**Work order:** What is needed here is every entry, retyped exactly.
··· Recorded information
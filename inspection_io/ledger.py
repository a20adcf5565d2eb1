"""The ledger: one SQLite file per site that keeps every import and every result.

Nothing is ever changed or deleted. Campaigns, imported files (with their SHA-256),
the raw rows as read, the canonical observations, withdrawals of files and the
analysis results are only appended; SQLite triggers refuse UPDATE, DELETE and an
INSERT that would replace a row with the same key, and the Python API offers no way
to do any of these. Every import, withdrawal and result is also linked into a hash
chain (`inspection_io.ledger_schema`) that `inspection_io.ledger_check` verifies.

Files in force
--------------
A file stays in the ledger for good. To correct one, the engineer withdraws it (a
row in ``withdrawals`` with a reason and a date) and imports the corrected file.
`Ledger.observations` gives by default only the observations of files in force; with
``as_of`` it gives what the ledger held, and had not withdrawn, at the end of that day.
A file in force is never doubled: the same bytes, or the same content saved with other
line endings, are skipped; a file of the same name in the same campaign, or a row whose
specimen id is already in force, is refused with the way to correct it.

Opening
-------
A ledger is created whole or not at all: the schema is written to a temporary file
which is then linked under ``ledger.sqlite``. An existing file is opened only if it is
an SQLite database holding a ledger: a zero-byte file, a foreign file or a foreign
database where the ledger should be is refused with an `InputError` and left as it is.
The ledger (or its journal) being a link that leads outside the site folder is refused.
A version-1 ledger is upgraded on first open, by appending only.

Atomicity
---------
An import is written in one transaction (``BEGIN IMMEDIATE ... COMMIT``). The
ledger uses the rollback journal (``journal_mode = DELETE``) with
``synchronous = FULL``. Both the rollback journal and WAL are atomic when the
process is killed (SIGKILL) mid-transaction: the pages already handed to the
operating system survive the kill, and the next connection either rolls back the
left-over ("hot") journal or ignores the uncommitted WAL frames. The rollback
journal is chosen because after every COMMIT the whole ledger is in the single
file ``ledger.sqlite``: copying or archiving the site folder (common with site
records) never misses a committed campaign, whereas in WAL mode recent commits
live in ``ledger.sqlite-wal`` until a checkpoint, and WAL's shared-memory index
does not work on network drives. WAL's concurrency gain is of no use for one
engineer working on one site. ``synchronous = FULL`` adds durability against
power loss. After a kill, a ``ledger.sqlite-journal`` file may remain next to the
ledger until the next connection rolls it back: keep it with the ledger.
"""

from __future__ import annotations

import contextlib
import datetime as dt
import json
import math
import os
import secrets
import sqlite3
from collections.abc import Iterable, Iterator, Mapping, Sequence
from dataclasses import dataclass
from importlib import metadata as _metadata
from pathlib import Path
from typing import Any

import pandas as pd

from inspection_io.errors import InputError
from inspection_io.ledger_schema import (
    APPEND_ONLY_TABLES,
    REQUIRED_TABLES,
    SCHEMA_VERSION,
    UPGRADES,
    append_chain,
    content_fingerprint,
    create_schema,
    damaged_triggers,
    import_content_sha256,
    result_content_sha256,
    withdrawal_content_sha256,
)
from inspection_io.paths import inside_site, remove_stale_temporaries

LEDGER_NAME = "ledger.sqlite"
OBSERVATION_COLUMNS = ("id", "campaign_id", "campaign", "file_id", "file", "source_row", "kind",
                       "zone", "member", "item_id", "date", "quantity", "value", "unit", "flags",
                       "extra")
#: The first 16 bytes of every SQLite database file (SQLite file format, "The database
#: header": the header string "SQLite format 3" and a nul byte).
SQLITE_HEADER = b"SQLite format 3\x00"
#: Record kinds whose ids name a place that a later survey measures again: an id is
#: unique per kind, zone and date. Every other kind names a specimen taken from the
#: structure once (a core, a bar, a dust sample, a break-out): unique per kind and zone.
SURVEY_KINDS = frozenset({"cover", "carbonation", "halfcell"})
_SIDE_FILES = ("-journal", "-wal", "-shm")
_CHECK_HINT = "run 'assess site check' on the site folder for a full report"


@dataclass(frozen=True)
class CampaignRecord:
    """A campaign row."""

    id: int
    name: str
    date: dt.date
    description: str
    created_at: str


@dataclass(frozen=True)
class FileRecord:
    """A file row (an imported campaign file), with its withdrawal if it was withdrawn."""

    id: int
    campaign_id: int
    campaign: str
    name: str
    sha256: str
    size_bytes: int
    kind: str
    row_count: int
    imported_at: str
    metadata: dict
    withdrawn_at: str | None = None
    """ISO date-time (UTC) of the withdrawal, None while the file is in force."""
    withdrawal_reason: str | None = None

    @property
    def in_force(self) -> bool:
        """True unless the file was withdrawn."""
        return self.withdrawn_at is None


@dataclass(frozen=True)
class WithdrawalRecord:
    """A withdrawals row: a file taken out of force."""

    id: int
    file_id: int
    reason: str
    withdrawn_at: str


@dataclass(frozen=True)
class ResultRecord:
    """A results row."""

    id: int
    created_at: str
    kind: str
    member: str | None
    mode: str | None
    payload: dict
    code_version: str
    seed: int | None
    settings: dict


@dataclass(frozen=True)
class NewFile:
    """What `Ledger.write_import` needs to know about the file being imported."""

    name: str
    sha256: str
    size_bytes: int
    kind: str
    row_count: int
    metadata: Mapping[str, Any]


def _now() -> str:
    return dt.datetime.now(dt.timezone.utc).isoformat(timespec="microseconds")


def _json(value: Any) -> str:
    return json.dumps(value, default=_json_default, sort_keys=True, ensure_ascii=False)


def _json_default(value: Any) -> Any:
    # numpy scalars and arrays, dates, paths, tuples and sets, without importing numpy here
    if hasattr(value, "tolist"):
        return value.tolist()
    if isinstance(value, (dt.date, dt.datetime)):
        return value.isoformat()
    if isinstance(value, Path):
        return str(value)
    if isinstance(value, (set, frozenset)):
        return sorted(value)
    raise TypeError(f"cannot store a {type(value).__name__} in the ledger as JSON")


def _code_version() -> str:
    try:
        return _metadata.version("assess-rc")
    except _metadata.PackageNotFoundError:
        return "unknown"


def _executemany(conn: sqlite3.Connection, sql: str, rows: Iterable[Sequence[Any]],
                 chunk: int = 500) -> None:
    """Insert rows in chunks (one place to look at when an import is slow)."""
    batch = []
    for row in rows:
        batch.append(row)
        if len(batch) >= chunk:
            conn.executemany(sql, batch)
            batch = []
    if batch:
        conn.executemany(sql, batch)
······
**Written reply:**
filename inspection_io/ledger.py
repository a20adcf5565d2eb1
"""The ledger: one SQLite file per site that keeps every import and every result.

Nothing is ever changed or deleted. Campaigns, imported files (with their SHA-256),
the raw rows as read, the canonical observations, withdrawals of files and the
analysis results are only appended; SQLite triggers refuse UPDATE, DELETE and an
INSERT that would replace a row with the same key, and the Python API offers no way
to do any of these. Every import, withdrawal and result is also linked into a hash
chain (`inspection_io.ledger_schema`) that `inspection_io.ledger_check` verifies.

Files in force
--------------
A file stays in the ledger for good. To correct one, the engineer withdraws it (a
row in ``withdrawals`` with a reason and a date) and imports the corrected file.
`Ledger.observations` gives by default only the observations of files in force; with
``as_of`` it gives what the ledger held, and had not withdrawn, at the end of that day.
A file in force is never doubled: the same bytes, or the same content saved with other
line endings, are skipped; a file of the same name in the same campaign, or a row whose
specimen id is already in force, is refused with the way to correct it.

Opening
-------
A ledger is created whole or not at all: the schema is written to a temporary file
which is then linked under ``ledger.sqlite``. An existing file is opened only if it is
an SQLite database holding a ledger: a zero-byte file, a foreign file or a foreign
database where the ledger should be is refused with an `InputError` and left as it is.
The ledger (or its journal) being a link that leads outside the site folder is refused.
A version-1 ledger is upgraded on first open, by appending only.

Atomicity
---------
An import is written in one transaction (``BEGIN IMMEDIATE ... COMMIT``). The
ledger uses the rollback journal (``journal_mode = DELETE``) with
``synchronous = FULL``. Both the rollback journal and WAL are atomic when the
process is killed (SIGKILL) mid-transaction: the pages already handed to the
operating system survive the kill, and the next connection either rolls back the
left-over ("hot") journal or ignores the uncommitted WAL frames. The rollback
journal is chosen because after every COMMIT the whole ledger is in the single
file ``ledger.sqlite``: copying or archiving the site folder (common with site
records) never misses a committed campaign, whereas in WAL mode recent commits
live in ``ledger.sqlite-wal`` until a checkpoint, and WAL's shared-memory index
does not work on network drives. WAL's concurrency gain is of no use for one
engineer working on one site. ``synchronous = FULL`` adds durability against
power loss. After a kill, a ``ledger.sqlite-journal`` file may remain next to the
ledger until the next connection rolls it back: keep it with the ledger.
"""

from __future__ import annotations

import contextlib
import datetime as dt
import json
import math
import os
import secrets
import sqlite3
from collections.abc import Iterable, Iterator, Mapping, Sequence
from dataclasses import dataclass
from importlib import metadata as _metadata
from pathlib import Path
from typing import Any

import pandas as pd

from inspection_io.errors import InputError
from inspection_io.ledger_schema import (
    APPEND_ONLY_TABLES,
    REQUIRED_TABLES,
    SCHEMA_VERSION,
    UPGRADES,
    append_chain,
    content_fingerprint,
    create_schema,
    damaged_triggers,
    import_content_sha256,
    result_content_sha256,
    withdrawal_content_sha256,
)
from inspection_io.paths import inside_site, remove_stale_temporaries

LEDGER_NAME = "ledger.sqlite"
OBSERVATION_COLUMNS = ("id", "campaign_id", "campaign", "file_id", "file", "source_row", "kind",
                       "zone", "member", "item_id", "date", "quantity", "value", "unit", "flags",
                       "extra")
#: The first 16 bytes of every SQLite database file (SQLite file format, "The database
#: header": the header string "SQLite format 3" and a nul byte).
SQLITE_HEADER = b"SQLite format 3\x00"
#: Record kinds whose ids name a place that a later survey measures again: an id is
#: unique per kind, zone and date. Every other kind names a specimen taken from the
#: structure once (a core, a bar, a dust sample, a break-out): unique per kind and zone.
SURVEY_KINDS = frozenset({"cover", "carbonation", "halfcell"})
_SIDE_FILES = ("-journal", "-wal", "-shm")
_CHECK_HINT = "run 'assess site check' on the site folder for a full report"


@dataclass(frozen=True)
class CampaignRecord:
    """A campaign row."""

    id: int
    name: str
    date: dt.date
    description: str
    created_at: str


@dataclass(frozen=True)
class FileRecord:
    """A file row (an imported campaign file), with its withdrawal if it was withdrawn."""

    id: int
    campaign_id: int
    campaign: str
    name: str
    sha256: str
    size_bytes: int
    kind: str
    row_count: int
    imported_at: str
    metadata: dict
    withdrawn_at: str | None = None
    """ISO date-time (UTC) of the withdrawal, None while the file is in force."""
    withdrawal_reason: str | None = None

    @property
    def in_force(self) -> bool:
        """True unless the file was withdrawn."""
        return self.withdrawn_at is None


@dataclass(frozen=True)
class WithdrawalRecord:
    """A withdrawals row: a file taken out of force."""

    id: int
    file_id: int
    reason: str
    withdrawn_at: str


@dataclass(frozen=True)
class ResultRecord:
    """A results row."""

    id: int
    created_at: str
    kind: str
    member: str | None
    mode: str | None
    payload: dict
    code_version: str
    seed: int | None
    settings: dict


@dataclass(frozen=True)
class NewFile:
    """What `Ledger.write_import` needs to know about the file being imported."""

    name: str
    sha256: str
    size_bytes: int
    kind: str
    row_count: int
    metadata: Mapping[str, Any]


def _now() -> str:
    return dt.datetime.now(dt.timezone.utc).isoformat(timespec="microseconds")


def _json(value: Any) -> str:
    return json.dumps(value, default=_json_default, sort_keys=True, ensure_ascii=False)


def _json_default(value: Any) -> Any:
    # numpy scalars and arrays, dates, paths, tuples and sets, without importing numpy here
    if hasattr(value, "tolist"):
        return value.tolist()
    if isinstance(value, (dt.date, dt.datetime)):
        return value.isoformat()
    if isinstance(value, Path):
        return str(value)
    if isinstance(value, (set, frozenset)):
        return sorted(value)
    raise TypeError(f"cannot store a {type(value).__name__} in the ledger as JSON")


def _code_version() -> str:
    try:
        return _metadata.version("assess-rc")
    except _metadata.PackageNotFoundError:
        return "unknown"


def _executemany(conn: sqlite3.Connection, sql: str, rows: Iterable[Sequence[Any]],
                 chunk: int = 500) -> None:
    """Insert rows in chunks (one place to look at when an import is slow)."""
    batch = []
    for row in rows:
        batch.append(row)
        if len(batch) >= chunk:
            conn.executemany(sql, batch)
            batch = []
    if batch:
        conn.executemany(sql, batch)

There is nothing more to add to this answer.